An Improved Remainder Estimate in the Weyl Formula for the Planar Disk

Abstract

Y. Colin de Verdière proved that the remainder term in the two-term Weyl formula for the eigenvalue counting function for the Dirichlet Laplacian associated with the planar disk is no more than \(O(\mu ^{2/3})\). In this paper, we study this problem from spectral geometry by using analysis and number theory. More precisely, by combining with the method of exponential sum estimation, we give a sharper remainder term estimate \(O(\mu ^{2/3-1/495})\).

Appendix A. A Useful Lemma

Here is a quantitative version of the inverse function theorem.

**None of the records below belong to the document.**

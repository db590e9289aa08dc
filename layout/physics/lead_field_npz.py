"""Named arrays in .npz files, read without trust: no pickles, no size believed before it is checked."""

from __future__ import annotations

import zipfile
from pathlib import Path

import numpy as np

from layout.anatomy.untrusted import one_sentence
from layout.errors import FileError
from layout.physics import array_limits
from layout.physics.array_limits import as_wanted, check_array, check_texts, missing


def write_npz(path: Path, values: dict[str, object]) -> None:
    """Each value as an array, texts as unicode arrays; uncompressed, as gains do not compress."""
    with path.open("wb") as file:
        np.savez(file, allow_pickle=False, **{name: np.asarray(value) for name, value in values.items()})


def read_npz(path: Path, wanted: dict[str, str]) -> dict[str, object]:
    """The wanted arrays, name -> what they are to be (see `array_limits.as_wanted`). Raises FileError."""
    found = {}
    budget = array_limits.LARGEST_FILE
    with one_sentence(path, "the .npz file"), zipfile.ZipFile(path) as archive:
        for name, kind in wanted.items():
            members = [info for info in archive.infolist() if info.filename == f"{name}.npy"]
            if not members:
                raise missing(path, name)
            if len(members) > 1:
                raise FileError(f"{path}: must hold each array once, but {name} is there {len(members)} times")
            with archive.open(members[0]) as file:
                value, budget = _read_member(path, name, file, members[0].file_size, budget)
            found[name] = as_wanted(path, name, kind, value)
    return found


def _read_member(path: Path, name: str, file, size: int, budget: int) -> tuple[np.ndarray | tuple[str, ...], int]:
    """An array from an open member of `size` bytes: its header is checked against that size before data are read."""
    version = np.lib.format.read_magic(file)
    if version not in ((1, 0), (2, 0)):
        raise ValueError(f"{name} is of array format version {version}")
    read_header = np.lib.format.read_array_header_1_0 if version == (1, 0) else np.lib.format.read_array_header_2_0
    shape, fortran, dtype = read_header(file)
    texts = dtype.kind == "U" and dtype.itemsize > 0 and len(shape) <= 1
    if texts:
        check_texts(path, name, shape[0] if shape else 1, dtype.itemsize // 4)
    else:
        budget = check_array(path, name, shape, dtype, budget)
    count = 1
    for length in shape:
        count *= length
    if count * dtype.itemsize != size - file.tell():
        raise ValueError(f"{name} says {shape} and holds {size - file.tell()} bytes")
    data = file.read(count * dtype.itemsize)
    if len(data) != count * dtype.itemsize:
        raise ValueError(f"{name} ends early")
    value = np.frombuffer(data, dtype).reshape(shape, order="F" if fortran else "C")
    return (tuple(str(text) for text in value.ravel()) if texts else value), budget
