@numba.njit(parallel=True, cache=True)
def _add_rows(rows, faces, out):
    n_parts = 8
    width = (out.shape[1] + n_parts - 1) // n_parts
    for part in numba.prange(n_parts):
        first, last = part * width, min((part + 1) * width, out.shape[1])
        for t in range(rows.shape[0]):
            for a in range(3):
                v = faces[t, a]
                for j in range(first, last):
                    out[v, j] += rows[t, a, j]


@numba.njit(cache=True)
def _single(f, i, j, k, away, far, gamma, normals, areas, outward, edges):
    """I of face f with corners i, j, k."""
    d = _height(away, normals, i, f)
    total = -d * _solid_angle(away, far, i, j, k, 2.0 * areas[f] * d)
    for side in range(3):
        v = i if side == 0 else (j if side == 1 else k)
        h = away[v, 0] * outward[f, side, 0] + away[v, 1] * outward[f, side, 1] + away[v, 2] * outward[f, side, 2]
        total += h * gamma[edges[f, side]]
    return total


@numba.njit(parallel=True, cache=True)
def _single_layer(points, vertices, faces, normals, areas, lengths, outward, ends, edges, out):
    edge_lengths = _edge_lengths(vertices, ends)
    for p in numba.prange(points.shape[0]):
        away, far = np.empty((vertices.shape[0], 3)), np.empty(vertices.shape[0])
        gamma = np.empty(ends.shape[0])
        _distances(points[p], vertices, ends, edge_lengths, away, far, gamma)
        for f in range(faces.shape[0]):
            i, j, k = faces[f, 0], faces[f, 1], faces[f, 2]
            out[p, f] = _single(f, i, j, k, away, far, gamma, normals, areas, outward, edges)


@numba.njit(parallel=True, cache=True)
def _solid_angles(points, vertices, faces, normals, areas, lengths, outward, ends, edges, out):
    for p in numba.prange(points.shape[0]):
        total = 0.0
        away, far = np.empty((3, 3)), np.empty(3)
        for f in range(faces.shape[0]):
            for corner in range(3):
                for axis in range(3):
                    away[corner, axis] = vertices[faces[f, corner], axis] - points[p, axis]
                far[corner] = np.sqrt(away[corner, 0] ** 2 + away[corner, 1] ** 2 + away[corner, 2] ** 2)
            total += _solid_angle(away, far, 0, 1, 2, 2.0 * areas[f] * _height(away, normals, 0, f))
        out[p] = total
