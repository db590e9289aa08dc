"""Channels on a head and their lead field, in the form that noise and design ask for."""

from __future__ import annotations

from dataclasses import dataclass, fields, replace

import numpy as np
from scipy.spatial.transform import Rotation

from layout.anatomy.head import Head
from layout.physics.boundary_cortex import BoundaryCortex
from layout.physics.lead_field import (
    LeadField,
    PlacedPoints,
    compute_lead_field,
    eye_field,
    moved_onto_spheres,
    place_channels,
    place_pickup,
)
from layout.physics.sphere_model import Displacements, MappedCortex, SphereModel, map_sources
from layout.sensing.candidates import Candidates
from layout.sensing.pickup import Pickup, point_pickup

CortexModel = MappedCortex | BoundaryCortex  # a head's cortex in the physical model that reads it


@dataclass(frozen=True)
class Channels:
    """n channels in the head frame: positions (n, 3) [m], unit axes (n, 3) (zeros: electrodes), is_electrode (n,),
    normals (n, 3) of the scalp at their site.

    pickup: the points of which each channel is a weighted sum, its position being their centre (axial gradiometers:
    that of the near coil); None where every channel is a point. Whatever is linear in the field is computed for
    `points` and then combined: combine(f(points)), for a lead field, a matrix on the sensors' side or a noise source.
    """

    positions: np.ndarray
    axes: np.ndarray
    is_electrode: np.ndarray
    normals: np.ndarray
    pickup: Pickup | None = None

    def __len__(self) -> int:
        return len(self.positions)

    @property
    def points(self) -> Channels:
        """The integration points of all channels, each as a channel of its own."""
        if self.pickup is None:
            return self
        owner = self.pickup.channel
        return Channels(self.pickup.positions, self.pickup.axes, self.is_electrode[owner], self.normals[owner])

    def combine(self, rows: np.ndarray) -> np.ndarray:
        """Readings (n, ...) of the channels from those of their `points` (n_points, ...)."""
        return rows if self.pickup is None else self.pickup.combine(rows)

    def moved(self, positions: np.ndarray, turns: np.ndarray, normals: np.ndarray) -> Channels:
        """The channels as rigid bodies at other positions (n, 3) [m], turned there about their own rotation vectors
        turns (n, 3) [rad]; normals (n, 3): of the scalp there.
        """
        rotations = Rotation.from_rotvec(turns).as_matrix()
        axes, pickup = np.einsum("nij,nj->ni", rotations, self.axes), self.pickup
        if pickup is not None:
            owner = pickup.channel
            away = np.einsum("pij,pj->pi", rotations[owner], pickup.positions - self.positions[owner])
            turned = np.einsum("pij,pj->pi", rotations[owner], pickup.axes)
            pickup = replace(pickup, positions=positions[owner] + away, axes=turned)
        return Channels(positions, axes, self.is_electrode, normals, pickup)

    def on_spheres(self, sphere: SphereModel, head: Head) -> PlacedPoints:
        """All integration points as the quick model places them."""
        placed = place_channels(sphere, head, self.positions, self.axes, self.is_electrode, self.normals)
        if self.pickup is None:
            return placed
        return place_pickup(sphere, head, self.positions, self.normals, placed, self.pickup)

    def lead_field(self, cortex: CortexModel, sources: np.ndarray, free: bool) -> LeadField:
        """Lead field to the numbered sources of the cortex, along their normals or free."""
        if isinstance(cortex, BoundaryCortex):
            points = self.points
            gain = cortex.gain(points.positions, points.axes, points.is_electrode, sources, free)
            return LeadField(self.combine(gain), self.displacements(cortex))
        return compute_lead_field(
            cortex.sphere,
            cortex.head,
            self.positions,
            self.axes,
            self.is_electrode,
            self.normals,
            cortex.sources.some(sources, free),
            self.pickup,
        )

    def lead_field_at(self, cortex: CortexModel, positions: np.ndarray, normals: np.ndarray | None) -> np.ndarray:
        """Gain (n, m) along normals (m, 3), or (n, m, 3) of free moments, to sources (m, 3) [m] in the brain."""
        if isinstance(cortex, BoundaryCortex):
            points = self.points
            return self.combine(cortex.gain_at(points.positions, points.axes, points.is_electrode, positions, normals))
        sources = map_sources(cortex.sphere, cortex.head, positions, normals)
        return compute_lead_field(
            cortex.sphere,
            cortex.head,
            self.positions,
            self.axes,
            self.is_electrode,
            self.normals,
            sources,
            self.pickup,
        ).gain

    def displacements(self, cortex: CortexModel) -> Displacements:
        """How far the model moves these channels and the whole cortex."""
        if isinstance(cortex, BoundaryCortex):
            return cortex.displacements(self.positions, self.is_electrode)
        return moved_onto_spheres(
            cortex.sphere,
            cortex.head,
            self.positions,
            self.axes,
            self.is_electrode,
            self.normals,
            cortex.sources,
        )

    def eye_gain(self, cortex: CortexModel) -> np.ndarray:
        """Gain (n, 2, 3) [V or T per A·m] to a free dipole at each eye."""
        if isinstance(cortex, BoundaryCortex):
            points = self.points
            return self.combine(cortex.boundary.eye_gain(points.positions, points.axes, points.is_electrode))
        return eye_field(
            cortex.sphere, cortex.head, self.positions, self.axes, self.is_electrode, self.normals, self.pickup
        )


def candidate_channels(candidates: Candidates) -> Channels:
    """The channels of all candidates."""
    normals = candidates.sites.normals[candidates.site_of_channel]
    return Channels(candidates.positions, candidates.axes, candidates.is_electrode, normals, candidates.pickup)


def electrodes_at(positions: np.ndarray) -> Channels:
    """One electrode at each scalp point (n, 3) [m]."""
    nothing = np.zeros_like(positions)
    return Channels(positions, nothing, np.ones(len(positions), dtype=bool), nothing)


def normal_magnetometers_above(positions: np.ndarray, normals: np.ndarray, gap: float) -> Channels:
    """One magnetometer along the scalp normal, `gap` [m] above each scalp point (n, 3) [m]."""
    return Channels(positions + gap * normals, normals, np.zeros(len(positions), dtype=bool), normals)


def joined(*parts: Channels) -> Channels:
    """The channels of all parts, one after the other."""
    arrays = ("positions", "axes", "is_electrode", "normals")
    together = Channels(*(np.concatenate([getattr(part, name) for part in parts]) for name in arrays))
    if all(part.pickup is None for part in parts):
        return together
    pickups = [part.pickup or point_pickup(part.positions, part.axes) for part in parts]
    first = np.cumsum([0, *(len(part) for part in parts[:-1])])
    shifted = [replace(pickup, channel=pickup.channel + start) for pickup, start in zip(pickups, first, strict=True)]
    columns = (np.concatenate([getattr(one, field.name) for one in shifted]) for field in fields(Pickup))
    return replace(together, pickup=Pickup(*columns))
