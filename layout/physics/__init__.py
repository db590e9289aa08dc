"""Lead fields: what each channel measures of a current dipole at each source."""
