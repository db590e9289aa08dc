"""The lead field of electrodes and magnetometers on a head, by its quick sphere model."""

from __future__ import annotations

from dataclasses import dataclass
from itertools import pairwise
from typing import NamedTuple

import numpy as np

from layout.anatomy.head import Head
from layout.physics.layered_sphere import electric_lead_field
from layout.physics.nearest_point import nearest_on_surface
from layout.physics.sarvas import magnetic_lead_field
from layout.physics.sphere_model import (
    Displacements,
    MappedSources,
    SphereModel,
    displacements,
    map_electrodes,
    map_magnetometers,
    smallest_rotations,
)
from layout.sensing.pickup import Pickup
from layout.units import MM

EYE_DEPTH = 10 * MM  # an eyeball's centre is at least this far under the scalp sphere
EYE_CLIP = 0.9  # of the inner skull's radius, where a magnetometer would be inside the eye's radius
ROWS_AT_ONCE = 64
POINT_GAIN_AT_ONCE = 16_000_000  # numbers: keeps the lead field of all integration points out of memory at once


@dataclass(frozen=True)
class LeadField:
    """gain (n_channels, n_sources) for fixed moments, (n_channels, n_sources, 3) for free ones (head frame).

    Rows of electrodes [V/(A·m)], potential with zero mean over the outer sphere; rows of magnetometers
    [T/(A·m)].
    """

    gain: np.ndarray
    displacements: Displacements


class PlacedPoints(NamedTuple):
    """The integration points of channels on the spheres, in their order: is_electrode (n_points,) bool; electrodes
    (n_electrode_points, 3) [m]; coils (n_coil_points, 3) [m] and their unit axes (n_coil_points, 3).
    """

    is_electrode: np.ndarray
    electrodes: np.ndarray
    coils: np.ndarray
    axes: np.ndarray


def compute_lead_field(
    model: SphereModel,
    head: Head,
    positions: np.ndarray,
    axes: np.ndarray,
    is_electrode: np.ndarray,
    normals: np.ndarray,
    sources: MappedSources,
    pickup: Pickup | None = None,
) -> LeadField:
    """Gain of each channel for a unit dipole at each source, channels and free moments in the head frame.

    Channels (n): positions (n, 3) [m], unit axes (n, 3) (ignored for electrodes), is_electrode (n,) bool,
    normals (n, 3) of the scalp at the site. Sources (m): as `map_sources` places them on this model, with normals for
    fixed orientation, without for free. pickup: the integration points of the channels, None where each is a point.

    A sensor moves onto the spheres as a rigid body: its centre as `map_magnetometers` places it, the points about it
    turned with its site's normal, so baselines and parallel coils stay what they are. Points of an electrode are
    projected each.

    Raises LayoutError where a sensor cannot be placed on the spheres.
    """
    is_electrode = np.asarray(is_electrode, bool)
    positions = np.asarray(positions, float).reshape(-1, 3)
    placed = place_channels(model, head, positions, axes, is_electrode, normals)
    if pickup is None:
        gain = _point_gain(model, placed, sources)
    else:
        points = place_pickup(model, head, positions, normals, placed, pickup)
        gain = _combined_gain(model, points, sources, pickup)
    if sources.normals is None and head.sphere is None:
        for first in range(0, len(gain), ROWS_AT_ONCE):
            rows = slice(first, first + ROWS_AT_ONCE)
            gain[rows] = np.einsum("nmj,mjk->nmk", gain[rows], sources.rotations)
    return LeadField(gain, _displacements(sources, positions, placed))


def moved_onto_spheres(
    model: SphereModel,
    head: Head,
    positions: np.ndarray,
    axes: np.ndarray,
    is_electrode: np.ndarray,
    normals: np.ndarray,
    sources: MappedSources,
) -> Displacements:
    """How far the model moves these channels and sources; arguments as in `compute_lead_field`."""
    placed = place_channels(model, head, positions, axes, is_electrode, normals)
    return _displacements(sources, positions, placed)


def _displacements(sources: MappedSources, positions: np.ndarray, placed: PlacedPoints) -> Displacements:
    return displacements(
        (sources.given, sources.positions),
        (positions[placed.is_electrode], placed.electrodes),
        (positions[~placed.is_electrode], placed.coils),
        sources.clipped,
    )


def eye_field(
    model: SphereModel,
    head: Head,
    positions: np.ndarray,
    axes: np.ndarray,
    is_electrode: np.ndarray,
    normals: np.ndarray,
    pickup: Pickup | None = None,
) -> np.ndarray:
    """Gain (n_channels, 2, 3) of a dipole (head frame) at the left and the right eyeball's centre.

    The eyes lie outside the brain shell and in front of the skull. Electrodes therefore see a homogeneous
    sphere of the outer radius with the scalp's conductivity [V/(A·m)]; the eye keeps its direction from the
    centre and its depth under the scalp (nearest distance, at least 10 mm). Magnetometers use the spherical
    formula with the eye at the same place [T/(A·m)]; if that is not inside the radius of every magnetometer,
    the eye's radius is clipped to 0.9 of the inner skull's for the magnetic rows. Moments are not turned: the
    eye's forward direction is the head's. Channels as in `compute_lead_field`.
    """
    is_electrode = np.asarray(is_electrode, bool)
    positions = np.asarray(positions, float).reshape(-1, 3)
    placed = place_channels(model, head, positions, axes, is_electrode, normals)
    if pickup is not None:
        placed = place_pickup(model, head, positions, normals, placed, pickup)
    eyes = np.asarray(head.eyes, float) - model.centre
    distance = np.linalg.norm(eyes, axis=1, keepdims=True)
    if head.sphere is None:
        depth = nearest_on_surface(head.scalp, head.eyes).inside_depth[:, None]
    else:
        depth = model.outer_radius - distance
    radius = model.outer_radius - np.maximum(depth, EYE_DEPTH)
    eyes = eyes / distance * radius
    electrodes, coils = placed.electrodes - model.centre, placed.coils - model.centre
    electric = electric_lead_field(electrodes, eyes, model.radii[-1:], model.conductivities[-1:])
    if len(coils) and radius.max() >= np.linalg.norm(coils, axis=1).min():
        eyes = eyes * np.minimum(1.0, EYE_CLIP * model.inner_skull_radius / radius)
    gain = _interleave(placed.is_electrode, electric, magnetic_lead_field(coils, placed.axes, eyes))
    return gain if pickup is None else pickup.combine(gain)


def place_channels(
    model: SphereModel,
    head: Head,
    positions: np.ndarray,
    axes: np.ndarray,
    is_electrode: np.ndarray,
    normals: np.ndarray,
) -> PlacedPoints:
    """Channels that are points, on the spheres; arguments as in `compute_lead_field`."""
    coils = ~is_electrode
    points, turned = map_magnetometers(
        model, head, positions[coils], np.asarray(axes)[coils], np.asarray(normals)[coils]
    )
    return PlacedPoints(is_electrode, map_electrodes(model, positions[is_electrode]), points, turned)


def place_pickup(
    model: SphereModel,
    head: Head,
    positions: np.ndarray,
    normals: np.ndarray,
    placed: PlacedPoints,
    pickup: Pickup,
) -> PlacedPoints:
    """All integration points of channels on the spheres, given their centres there, `placed`; see `compute_lead_field`.

    positions, normals (n, 3): of the channels in the head.
    """
    is_electrode = placed.is_electrode[pickup.channel]
    electrodes = map_electrodes(model, pickup.positions[is_electrode])
    if head.sphere is not None:
        return PlacedPoints(is_electrode, electrodes, pickup.positions[~is_electrode], pickup.axes[~is_electrode])
    outward = placed.coils - model.centre
    outward /= np.linalg.norm(outward, axis=1, keepdims=True)
    coils = ~placed.is_electrode
    owner = (np.cumsum(coils) - 1)[pickup.channel[~is_electrode]]
    turns = smallest_rotations(normals[coils], outward)[owner]
    away = pickup.positions[~is_electrode] - positions[coils][owner]
    points = placed.coils[owner] + np.einsum("pij,pj->pi", turns, away)
    return PlacedPoints(is_electrode, electrodes, points, np.einsum("pij,pj->pi", turns, pickup.axes[~is_electrode]))


def _point_gain(model: SphereModel, placed: PlacedPoints, sources: MappedSources) -> np.ndarray:
    """Gain of each point, for moments in the frame of the spheres."""
    centred = sources.positions - model.centre
    electric = electric_lead_field(
        placed.electrodes - model.centre, centred, model.radii, model.conductivities, moments=sources.normals
    )
    magnetic = magnetic_lead_field(placed.coils - model.centre, placed.axes, centred, moments=sources.normals)
    return _interleave(placed.is_electrode, electric, magnetic)


def _combined_gain(model: SphereModel, points: PlacedPoints, sources: MappedSources, pickup: Pickup) -> np.ndarray:
    """Gain of each channel from that of its points, some channels at a time."""
    per_point = len(sources.positions) * (3 if sources.normals is None else 1)
    edges = pickup.blocks(max(1, POINT_GAIN_AT_ONCE // max(1, per_point)))
    # how many points before each one lie on electrodes
    before = np.concatenate([[0], np.cumsum(points.is_electrode)])
    parts = []
    for first, last in pairwise(edges):
        start, stop = pickup.starts[[first, last]]
        on_scalp = slice(before[start], before[stop])
        off_scalp = slice(start - before[start], stop - before[stop])
        some = PlacedPoints(
            points.is_electrode[start:stop],
            points.electrodes[on_scalp],
            points.coils[off_scalp],
            points.axes[off_scalp],
        )
        parts.append(pickup.combine(_point_gain(model, some, sources), first, last))
    return np.concatenate(parts)


def _interleave(is_electrode: np.ndarray, electric: np.ndarray, magnetic: np.ndarray) -> np.ndarray:
    """Rows back in the order of the channels; no copy where all are of one kind."""
    if is_electrode.all():
        return electric
    if not is_electrode.any():
        return magnetic
    gain = np.empty((len(is_electrode), *electric.shape[1:]))
    gain[is_electrode] = electric
    gain[~is_electrode] = magnetic
    return gain
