"""Exact nearest points on a triangle surface, for many points at once."""

from __future__ import annotations

from typing import NamedTuple

import numba
import numpy as np
from scipy.spatial import cKDTree

from layout.anatomy.head import Surface

CLUSTER = 32  # neighbouring faces that are passed over together


class NearestPoints(NamedTuple):
    """points (n, 3) [m] on the surface; inside_depth (n,) [m]: distance, positive inside, negative outside;
    normals (n, 3): outward unit vertex normals interpolated there; faces (n,): the face it lies on; shares (n, 3): its
    barycentric coordinates there.
    """

    points: np.ndarray
    inside_depth: np.ndarray
    normals: np.ndarray
    faces: np.ndarray
    shares: np.ndarray


def nearest_on_surface(surface: Surface, points: np.ndarray) -> NearestPoints:
    """Nearest point of the surface for each of the points (n, 3) [m].

    Exact over all faces (same answer as trimesh.proximity.closest_point): a face is measured unless the bounding
    sphere of its cluster, or its own, is farther than the best so far, which starts at the nearest face centre.
    """
    points = np.ascontiguousarray(points, float).reshape(-1, 3)
    tree = cKDTree(surface.vertices[surface.faces].mean(axis=1))
    faces = surface.faces[tree.indices]  # leaf by leaf: neighbours stand together
    corners = np.ascontiguousarray(surface.vertices[faces], float)
    centres = corners.mean(axis=1)
    reach = np.linalg.norm(corners - centres[:, None], axis=2).max(axis=1)
    start = tree.query(points)[0] if len(points) else np.empty(0)
    face = np.zeros(len(points), np.int64)
    shares = np.empty((len(points), 3))
    _search(points, corners, centres, reach, *_clusters(centres, reach), start, face, shares)
    nearest = np.einsum("nc,nci->ni", shares, corners[face])
    normals = np.einsum("nc,nci->ni", shares, surface.normals[faces[face]])
    normals /= np.linalg.norm(normals, axis=1, keepdims=True)
    offset = nearest - points
    depth = np.copysign(np.linalg.norm(offset, axis=1), np.einsum("ni,ni->n", offset, normals))
    return NearestPoints(nearest, depth, normals, tree.indices[face], shares)


def _clusters(centres: np.ndarray, reach: np.ndarray) -> tuple[np.ndarray, np.ndarray]:
    """Centres and radii of spheres round the bounding spheres of each CLUSTER faces in a row."""
    first = np.arange(0, len(centres), CLUSTER)
    middles = np.add.reduceat(centres, first) / np.diff(first, append=len(centres))[:, None]
    away = np.linalg.norm(centres - np.repeat(middles, CLUSTER, axis=0)[: len(centres)], axis=1)
    return middles, np.maximum.reduceat(away + reach, first)


@numba.njit(cache=True)
def _minus(a, b):
    """As three numbers: an array would be allocated for every face."""
    return a[0] - b[0], a[1] - b[1], a[2] - b[2]


@numba.njit(cache=True)
def _dot(a, b):
    return a[0] * b[0] + a[1] * b[1] + a[2] * b[2]


@numba.njit(cache=True)
def _closest_shares(p, a, b, c):
    """Barycentric coordinates of the point of triangle abc nearest to p, region by region."""
    ab, ac, ap, bp, cp = _minus(b, a), _minus(c, a), _minus(p, a), _minus(p, b), _minus(p, c)
    d1, d2 = _dot(ab, ap), _dot(ac, ap)
    if d1 <= 0.0 and d2 <= 0.0:
        return 1.0, 0.0, 0.0
    d3, d4 = _dot(ab, bp), _dot(ac, bp)
    if d3 >= 0.0 and d4 <= d3:
        return 0.0, 1.0, 0.0
    over_c = d1 * d4 - d3 * d2
    if over_c <= 0.0 and d1 >= 0.0 and d3 <= 0.0:
        t = d1 / (d1 - d3)
        return 1.0 - t, t, 0.0
    d5, d6 = _dot(ab, cp), _dot(ac, cp)
    if d6 >= 0.0 and d5 <= d6:
        return 0.0, 0.0, 1.0
    over_b = d5 * d2 - d1 * d6
    if over_b <= 0.0 and d2 >= 0.0 and d6 <= 0.0:
        t = d2 / (d2 - d6)
        return 1.0 - t, 0.0, t
    over_a = d3 * d6 - d5 * d4
    if over_a <= 0.0 and d4 - d3 >= 0.0 and d5 - d6 >= 0.0:
        t = (d4 - d3) / ((d4 - d3) + (d5 - d6))
        return 0.0, 1.0 - t, t
    total = over_a + over_b + over_c
    return over_a / total, over_b / total, over_c / total


@numba.njit(cache=True)
def _farther(p, centre, limit):
    dx, dy, dz = p[0] - centre[0], p[1] - centre[1], p[2] - centre[2]
    return dx * dx + dy * dy + dz * dz > limit * limit


@numba.njit(parallel=True, cache=True)
def _search(points, corners, centres, reach, cluster_centres, cluster_reach, start, face, shares):
    for i in numba.prange(points.shape[0]):
        p = points[i]
        best = start[i] * (1.0 + 1e-9) + 1e-12  # so that the face of the nearest centre is never skipped
        for cluster in range(cluster_centres.shape[0]):
            if _farther(p, cluster_centres[cluster], best + cluster_reach[cluster]):
                continue
            first = cluster * CLUSTER
            for f in range(first, min(first + CLUSTER, corners.shape[0])):
                if _farther(p, centres[f], best + reach[f]):
                    continue
                u, v, w = _closest_shares(p, corners[f, 0], corners[f, 1], corners[f, 2])
                square = 0.0
                for axis in range(3):
                    gap = u * corners[f, 0, axis] + v * corners[f, 1, axis] + w * corners[f, 2, axis] - p[axis]
                    square += gap * gap
                distance = np.sqrt(square)
                if distance < best:
                    best = distance
                    face[i] = f
                    shares[i, 0], shares[i, 1], shares[i, 2] = u, v, w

It is routine to prove by following the standard argument.

Lemma A.1

Suppose that f is a \(C^{(k)}\) (\(k\geqslant 2\)) mapping from an open set \(\Omega \subset \mathbb {R}^d\) into \(\mathbb {R}^d\) and \(b=f(a)\) for some \(a\in \Omega \). Assume \(|\det (\nabla f(a))|\)\(\geqslant \)c and for any \(x\in \Omega \),

$$\begin{aligned} |D^{\nu } f_i(x)|\leqslant C \quad \quad \text {for }|\nu |\leqslant 2, 1\leqslant i\leqslant d. \end{aligned}$$

If \(r_0\leqslant \sup \{r>0: B(a, r)\subset \Omega \}\) then f is bijective from \(B(a, r_1)\) to an open set containing \(B(b, r_2)\) where

$$\begin{aligned} r_1=\min \left\{ \frac{c}{2d^{2} d! C^d}, r_0\right\} \quad \text {and}\quad r_2=\frac{c}{4d!C^{d-1}}r_1. \end{aligned}$$

The inverse mapping \(f^{-1}\) is also in \(C^{(k)}\).